Science of TRON: Getting Up to Speed with Teleportation and Quantum Computing

Physicists give TRON filmmakers the lowdown on how to digitize a person and transport him into a computer game

Disney Enterprises

LOS ANGELES—When Steven Lisberger made the original 1982 cult film TRON, he was ineligible for an Academy Award for visual effects, because he'd used computers—and believe it or not, that was considered a form of cheating at that time.

Fast forward 28 years to the sequel, TRON: Legacy, and not only have computers become a celebrated part of its filmmaking, but the movie's story and design address the significant advances made in the fields of quantum computing and artificial intelligence since then.

"We weren't interested in making a movie about technology—we'd talk about the technology through the relationships between characters," says director Joe Kosinski. "You won't hear about gigabytes and Twitter and Google, because any technical jargon would be dated five years from now. Once you got into the world of TRON, we thought of it more as a Western with another set of rules."

But those rules had to be plausible. Long before TRON: Legacy began filming, Kosinski and producer Sean Bailey spent hours picking the brains of physicists, neuroscientists and roboticists for ideas on how to ground high-concept plot points and scene design in actual scientific principles.

In fact, science and technology have been woven directly into the film's promotional campaign, with the latest event occurring Monday night when Kosinski and Bailey reconvened with two of the film's consulting scientists—California Institute of Technology physicist Sean Carroll and retired Jet Propulsion Laboratory physicist John Dick—on the stage of Disney's El Capitan Theater in Hollywood for a screening and panel discussion.
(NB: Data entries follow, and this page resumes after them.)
package matrixio

// Fuzz targets for every reader of untrusted bytes in this package, and the
// regression and resource-bound tests they led to. Run them with
// testdata/fuzz/run.sh (go test -fuzz, one target at a time); a plain
// go test runs the seed corpora under testdata/fuzz/FuzzXxx and the f.Add
// seeds below.
//
// The contract checked (issue 9, design.md "Bad input"; common practice
// for parsers of untrusted input, no source): a reader never panics or
// hangs; every error is BadInput (exit code 2), one line, naming the file;
// a failed import leaves nothing in the output directory; memory is bounded
// by what the input declares and can really hold; what is accepted is
// consistent (the store written by an import opens, verifies and holds
// valid identifiers).

import (
	"bufio"
	"bytes"
	"compress/gzip"
	"context"
	"encoding/binary"
	"encoding/json"
	"errors"
	"fmt"
	"math"
	"os"
	"path/filepath"
	"runtime"
	"strings"
	"sync"
	"testing"
	"time"

	"github.com/klauspost/compress/zstd"
)

// fzTimeout bounds one input: far above the milliseconds a fuzz input
// takes, so reaching it means a hang.
const fzTimeout = 30 * time.Second

// fzVCF is a small valid VCF exercising the parser's paths: phased and
// unphased calls, missing and partially missing calls, a haploid call, a
// multi-allelic record, ALT '.', a missing ID, extra FORMAT fields and a
// DS field.
const fzVCF = "##fileformat=VCFv4.2\n##contig=<ID=1>\n" +
	"##FORMAT=<ID=GT,Number=1,Type=String,Description=\"Genotype\">\n" +
	"##FORMAT=<ID=DS,Number=A,Type=Float,Description=\"Dosage\">\n" +
	"#CHROM\tPOS\tID\tREF\tALT\tQUAL\tFILTER\tINFO\tFORMAT\tisle1-0001\tisle1-0002\tisle2-0001\n" +
	"1\t100\trs1\tA\tG\t.\tPASS\t.\tGT\t0/0\t0|1\t1/1\n" +
	"1\t200\t.\tC\tT\t50\t.\tDP=3\tGT:DS\t./.:.\t0/1:0.9\t./1:1.2\n" +
	"1\t300\trs3\tG\tA,C\t.\t.\t.\tGT:DS\t0/2:0.1,1\t1/2:1,1\t0:0,0\n" +
	"2\t50\trs4\tT\t.\t.\t.\t.\tGT\t0/0\t.\t0\n" +
	"2\t60\trs5\tA\tT\t.\t.\t.\tDS\t0.25\t1.5\t2\n"

// fzDense is a samples-as-rows dense matrix; fzDenseMR has markers as rows.
const (
	fzDense   = "sample\t1:100:A:G\t1:200\tm3\nisle1-0001\t0\t1.5\tNA\nisle1-0002\t2\t.\t0.25\nisle2-0001\t1\t0\t2\n"
	fzDenseMR = "marker\tisle1-0001\tisle1-0002\n1:100:A:G\t0\t2\nm2\tNA\t1\nm3\t1\t1\n"
)

func fzGzip(b []byte) []byte {
	var buf bytes.Buffer
	w := gzip.NewWriter(&buf)
	w.Write(b)
	w.Close()
	return buf.Bytes()
}

func fzBGZF(b []byte) []byte {
	var buf bytes.Buffer
	w := newBGZFWriter(&buf, 6, 1)
	w.Write(b)
	w.Close()
	return buf.Bytes()
}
"We wanted a strong science foundation at key moments throughout the film, so we invited some of the smartest people we could find to provide answers we could incorporate,"  Kosinski said. "The discussion improved parts of the story and served as a springboard to better things in the movie."

TRON: Legacy, which picks up 20 years after TRON, chronicles a son's (Garrett Hedlund) search for his father (Jeff Bridges), who is trapped in a computer game that continues to evolve on its own. The panelists summarized some of the topics covered during their initial meetings: what artificial intelligence might look like in human form; how humans might fit into a computerized world; genetic algorithms (computations that improve on themselves based on past performance); and quantum teleportation (instantaneously moving objects over great distances by deconstructing and reconstructing them).

"What has changed in science since the first TRON came out is the creation of quantum computing and teleportation," Dick said. "We brought these ideas to the filmmakers. It is now conceivable that you could one day take a particle in the real world and teleport it into a quantum computer. The process for teleportation would likely involve sending the particle information into the computer, while the hydrogen and oxygen stays in the real world. The idea of emergence is also new. It says that in complex systems, or systems that behave in complex ways, behaviors emerge in ways you could not have predicted. An example of that in the film is the ISO characters [a race of self-created programs]."

That kind of input helped guide Kosinski's aesthetic in overt ways, such as manipulating the laws of physics (aka "heightened physics") to further distinguish the TRON world, as well as in unexplained design subtleties, like having canisters alongside the teleportation electronics—ostensibly to contain the chemicals and gases necessary for reintegrating digitized humans into the physical world.

" The input from the scientists helped tell a more consistent story," Carroll said. "We looked at what happens when computer programs become increasingly intelligent, and genetic algorithms become a big part of programs writing themselves, learning and changing, and going beyond what programmers initially wanted them to do. Would a computer program with a personality and aspirations have the same sense of consciousness as a person? Would you be the same person if you were uploaded into a computer?"

Meanwhile, Kosinski, who holds a degree in mechanical engineering from Stanford University, brought his own technical savvy to the table, explaining where he pushed the envelope in filmmaking. He employed the latest generation of the 3D fusion camera system developed by James Cameron that used adjoining digital cameras representing each eye, with lenses that drew in considerable light. The actors' costumes were specially designed illuminated flexible suits. And his rendering team advanced the backwards-aging process they developed for The Curious Case of Benjamin Button to depict Clu, a rogue computer program that looked like a younger Bridges. They used motion-capture sensors on Bridges' face to map a digital head, which was digitally composited on to a younger body double. "It's the first time an actor played against himself at a younger age," Kosinski notes.

Both the panel and meetings between scientists and TRON: Legacy creatives were organized by The National Academy of Sciences' Science and Entertainment Exchange, which pairs scientists and filmmakers for more accurate depictions of scientific principles in films and television. Since forming two years ago, the organization has picked up steam as both audiences and rising filmmakers, many of whom grew up in the digital age, have become more technologically sophisticated.

"Most Hollywood people don't ever talk to or think about scientists—there's a cultural barrier," Carroll said. "But science benefits when movies are more faithful to how scientists work, and movies benefit if they take science more seriously."